# A list of available freshwater crabs



## spinnin_tom (Apr 20, 2011)

hey guys.
does anybody have a list of truly freshwater crabs ?
truly freshwater, as in not something that can breed and live in brackish, but people keep 'em freshwater like red claws


thanks


----------



## The Hypnotoad (Oct 24, 2011)

I dont have a list but I will say to remember that most crabs sold in fish shops (such as the "Red claw") require a platform out of the water to live and will constantly try to escape when they want to get out of the water.

Personally Ive seen that most freshwater crabs should be in specimen tanks, they are really bad community fish.


----------



## spinnin_tom (Apr 20, 2011)

yea, i know that mate !
if i can't find any other f.w crabs, then i'll settle with a group of 6 ish red claws, which would need a small amount of salt.

i love where you live by the way.. s****horpe


----------



## adamntitch (Jun 17, 2007)

what about micro crabs are they purely fresh water


----------



## hedwigdan (Apr 17, 2011)

"Geosesarma" species are all fully freshwater Tom, breed in it aswell. The young go through the larval stage inside the egg and hatch fully formed crabs :2thumb:
They do well in a setup similar to dart frogs I think


----------



## Spikebrit (Oct 23, 2006)

hedwigdan said:


> "Geosesarma" species are all fully freshwater Tom, breed in it aswell. The young go through the larval stage inside the egg and hatch fully formed crabs :2thumb:
> They do well in a setup similar to dart frogs I think


these would be my recommendation as well, Geosesarma are lovly little crabs. 

jay


----------



## AshMashMash (Oct 28, 2007)

Spikebrit said:


> these would be my recommendation as well, Geosesarma are lovly little crabs.
> 
> jay


Thirded! They're cute.


----------



## Moogloo (Mar 15, 2010)

The Geosarma are the ones sold as Vampire Crabs a lot of the time, either the purple and yellow variation or the red ones sometimes sold as Mandarin Crabs.

There is also Thai? Micro Crabs but they are so tiny I thought they would be a comeplete PITA as I saw them being picked on by neons LOL...though saying that... they would look epic in my Fluval Spec!!... hmmmm

I have a customer with a great ExoTerra settup for Red Claw Crabs! He has a filter and the 2-3" of water at the bottom with salt in and then mangrove root branches and the plastic sucker plants. His crabs are the biggest I have ever seen! Fist sized! I mean.. they were big when I got them in but now they are massive!

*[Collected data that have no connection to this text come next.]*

/**
 * The absorbing chain of a starter set A kept in dense form, with the O(n^2) updates every
 * dense planner uses (engine.md identities 1-2):
 *   add j:     N' = N - N_.j N_j. / N_jj,  h' = h - N_.j h_j / N_jj,  c' = c - c_j N_j. / N_jj
 *   gain of j: total(A) - total(A + j) = h_j c_j / N_jj            (c = 1^T N)
 *   remove s:  the bordered inverse (Schur complement of the new row and column).
 * N, h, c are kept unscaled (laziness 0); totals are reported scaled by 1 / (1 - laziness).
 */
import type { ErgodicData } from './ergodic';
import { axpySub, invertInPlace } from './linalg/dense';
import { denseSystem } from './reach';
import type { PreparedRoom } from './room';

export const TIE_TOLERANCE = 1e-12;

/**
 * Relative tolerance under which two totals count as tied. engine.md asks for 1e-12; O(n^3)
 * computations carry rounding of about machine precision times the conditioning (~n^2 for
 * path-like rooms), so genuinely equal totals in symmetric rooms (a cycle of 400 people
 * differs by 7e-12 between equal candidates) would otherwise be split by noise. The tolerance
 * therefore grows as 1e-16 n^2 above n = 100.
 */
export function tieTolerance(n: number): number {
  return Math.max(TIE_TOLERANCE, 1e-16 * n * n);
}

/** engine.md tie-break: the smaller total wins; within the tie tolerance, the earlier person wins. */
export function beats(total: number, index: number, bestTotal: number, bestIndex: number, tieTol = TIE_TOLERANCE): boolean {
  if (bestIndex < 0) return true;
  if (total === bestTotal) return index < bestIndex;
  if (!Number.isFinite(total) || !Number.isFinite(bestTotal)) return total < bestTotal;
  const tol = tieTol * Math.max(Math.abs(total), Math.abs(bestTotal));
  if (total < bestTotal - tol) return true;
  if (total > bestTotal + tol) return false;
  return index < bestIndex;
}

export class AbsorbingState {
  readonly n: number;
  readonly N: Float64Array;
  readonly h: Float64Array;
  readonly c: Float64Array;
  readonly inT: Uint8Array;
  readonly starters: number[];
  /** Unscaled total (sum of h over T). */
  rawTotal = 0;
  readonly scale: number;

  private constructor(n: number, scale: number) {
    this.n = n;
    this.scale = scale;
    this.N = new Float64Array(n * n);
    this.h = new Float64Array(n);
    this.c = new Float64Array(n);
    this.inT = new Uint8Array(n).fill(1);
    this.starters = [];
  }

  get total(): number {
    return this.rawTotal * this.scale;
  }

  /** Direct inverse of I - Q for the given starters (all others must reach them). O(n^3). */
  static fromStarters(room: PreparedRoom, starters: readonly number[]): AbsorbingState {
    const n = room.n;
    const s = new AbsorbingState(n, 1 / (1 - room.laziness));
    for (const a of starters) {
      s.inT[a] = 0;
      s.starters.push(a);
    }
    const idx: number[] = [];
    for (let i = 0; i < n; i++) if (s.inT[i]) idx.push(i);
    const f = idx.length;
    const inv = invertInPlace(denseSystem(room, Int32Array.from(idx), false), f);
    for (let r = 0; r < f; r++) {
      const dst = idx[r] * n;
      const src = r * f;
      for (let q = 0; q < f; q++) s.N[dst + idx[q]] = inv[src + q];
    }
    s.refreshVectors();
    return s;
  }

  /** N for A = {j} from the ergodic fundamental matrix in O(n^2):
   *  N_il = G_il - G_jl + pi_l (G_jj - G_ij) / pi_j (from Aldous & Fill ch. 2, identity 4). */
  static fromErgodic(e: ErgodicData, j: number): AbsorbingState {
    const n = e.n;
    const s = new AbsorbingState(n, e.scale);
    s.inT[j] = 0;
    s.starters.push(j);
    const g = e.g;
    const pi = e.pi;
    const gjj = g[j * n + j];
    const rj = j * n;
    for (let i = 0; i < n; i++) {
      if (i === j) continue;
      const ri = i * n;
      const f = (gjj - g[ri + j]) / pi[j];
      for (let l = 0; l < n; l++) s.N[ri + l] = g[ri + l] - g[rj + l] + pi[l] * f;
      s.N[ri + j] = 0;
    }
    s.refreshVectors();
    return s;
  }

  /** Overwrites this state with `from` (same room size) without allocating. */
  copyFrom(from: AbsorbingState): this {
    this.N.set(from.N);
    this.h.set(from.h);
    this.c.set(from.c);
    this.inT.set(from.inT);
    this.starters.splice(0, this.starters.length, ...from.starters);
    this.rawTotal = from.rawTotal;
    return this;
  }

  clone(): AbsorbingState {
    const s = new AbsorbingState(this.n, this.scale);
    s.N.set(this.N);
    s.h.set(this.h);
    s.c.set(this.c);
    s.inT.set(this.inT);
    s.starters.push(...this.starters);
    s.rawTotal = this.rawTotal;
    return s;
  }

  /** Recomputes h = N 1, c = 1^T N and the total from N. O(n^2). */
  refreshVectors(): void {
    const { n, N, h, c, inT } = this;
    h.fill(0);
    c.fill(0);
    let t = 0;
    for (let i = 0; i < n; i++) {
      if (!inT[i]) continue;
      const ri = i * n;
      let s = 0;
      for (let l = 0; l < n; l++) {
        if (!inT[l]) continue;
        const v = N[ri + l];
        s += v;
        c[l] += v;
      }
      h[i] = s;
      t += s;
    }
    this.rawTotal = t;
  }

  /** Unscaled gain of adding j (j in T). */
  rawGain(j: number): number {
    return (this.h[j] * this.c[j]) / this.N[j * this.n + j];
  }

  /** Best candidate under the tie-break rule among people in T allowed by `allowed` (1 = may be chosen). */
  bestCandidate(allowed: Uint8Array): number {
    let best = -1;
    let bestTotal = Infinity;
    const tol = tieTolerance(this.n);
    for (let j = 0; j < this.n; j++) {
      if (!this.inT[j] || !allowed[j]) continue;
      const t = this.rawTotal - this.rawGain(j);
      if (beats(t, j, bestTotal, best, tol)) {
        best = j;
        bestTotal = t;
      }
    }
    return best;
  }

  /** Sum of the r largest unscaled gains among allowed people in T. */
  topGains(allowed: Uint8Array, r: number): number {
    const g: number[] = [];
    for (let j = 0; j < this.n; j++) if (this.inT[j] && allowed[j]) g.push(this.rawGain(j));
    g.sort((a, b) => b - a);
    let s = 0;
    for (let q = 0; q < Math.min(r, g.length); q++) s += g[q];
    return s;
  }

  /** Moves j from T into A (Schur downdate). O(n^2). */
  add(j: number): void {
    const { n, N, h, c, inT } = this;
    const rj = j * n;
    const njj = N[rj + j];
    const hj = h[j];
    const cj = c[j];
    const rowJ = N.subarray(rj, rj + n);
    inT[j] = 0;
    for (let i = 0; i < n; i++) {
      if (!inT[i]) continue;
      const ri = i * n;
      const f = N[ri + j] / njj;
      if (f !== 0) axpySub(N, ri, N, rj, n, f);
      h[i] -= f * hj;
    }
    const fc = cj / njj;
    let t = 0;
    for (let l = 0; l < n; l++) {
      if (!inT[l]) continue;
      c[l] -= fc * rowJ[l];
      t += h[l];
    }
    h[j] = 0;
    c[j] = 0;
    this.rawTotal = t;
    this.starters.push(j);
  }

  /** Moves starter s back into T (bordered inverse). p1 is the dense walk (laziness excluded). O(n^2). */
  remove(s: number, p1: Float64Array): void {
    const { n, N, inT } = this;
    const x = new Float64Array(n);
    const y = new Float64Array(n);
    const rs = s * n;
    // x = N u with u_l = P_ls; y^T = v^T N with v_l = P_sl.
    const u = new Float64Array(n);
    for (let l = 0; l < n; l++) if (inT[l]) u[l] = p1[l * n + s];
    for (let i = 0; i < n; i++) {
      if (!inT[i]) continue;
      const ri = i * n;
      let acc = 0;
      for (let l = 0; l < n; l++) acc += N[ri + l] * u[l];
      x[i] = acc;
      const vi = p1[rs + i];
      if (vi !== 0) for (let l = 0; l < n; l++) y[l] += vi * N[ri + l];
    }
    let vx = 0;
    for (let l = 0; l < n; l++) if (inT[l]) vx += p1[rs + l] * x[l];
    const sigma = 1 - p1[rs + s] - vx;
    for (let i = 0; i < n; i++) {
      if (!inT[i]) continue;
      const ri = i * n;
      const f = x[i] / sigma;
      if (f !== 0) for (let l = 0; l < n; l++) if (inT[l]) N[ri + l] += f * y[l];
      N[ri + s] = f;
    }
    for (let l = 0; l < n; l++) N[rs + l] = inT[l] ? y[l] / sigma : 0;
    N[rs + s] = 1 / sigma;
    inT[s] = 1;
    const at = this.starters.indexOf(s);
    if (at >= 0) this.starters.splice(at, 1);
    this.refreshVectors();
  }
}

He knows each one and when its going to shed and he can 'hand feed' them with the feeding tongs. He has 5 in the 45cm x 45xm x 45cm (or whichever was the closest cube size).

Have also seen some ace setups for the Geosarma and the fact that you could have them as a breeding project would be a huge bonus IMO! I would use a longer tank for them and get a bit of glass about 3" x width of tank (easy to get from any glazier!) and silicone it in dividing up the tank into 2/3 + 1/3. I would fill 2/3 with 3" of sand or forrest soil stuff (the one you get in blocks to soak!) and the other 1/3 with water (or maybe 50/50 depending on tank size!) and I would use corkbark tunnels tipped up and burried into sand as 'plant pots' to protect plants from the crabs and plant Dracenia and Ophioghon bog plants in there. Would use flat slate to create steps in and out of the water for the crabs to use and then have fun, maybe creating a bridge to climb on out of silicone and slate... maybe a shallow reptile dish with water as well...


----------



## spinnin_tom (Apr 20, 2011)

ahh, vampire crabs. the spider shop has those in.
does anybody here keep them and have photos of eir house?

thanks for that one guys


----------



## hedwigdan (Apr 17, 2011)

Hey mate, if your really interested go to the crustacean's forum on Bugnation


----------



## obrowell (Jan 8, 2010)

I used to keep a couple of vampire crabs and found them fascinating to keep. Unfortunately I don't have any pics of their set up, but here are a few pics of the crabs...
























The little white dish was used as their feeding station and allowed me to keep their water area cleaner.


----------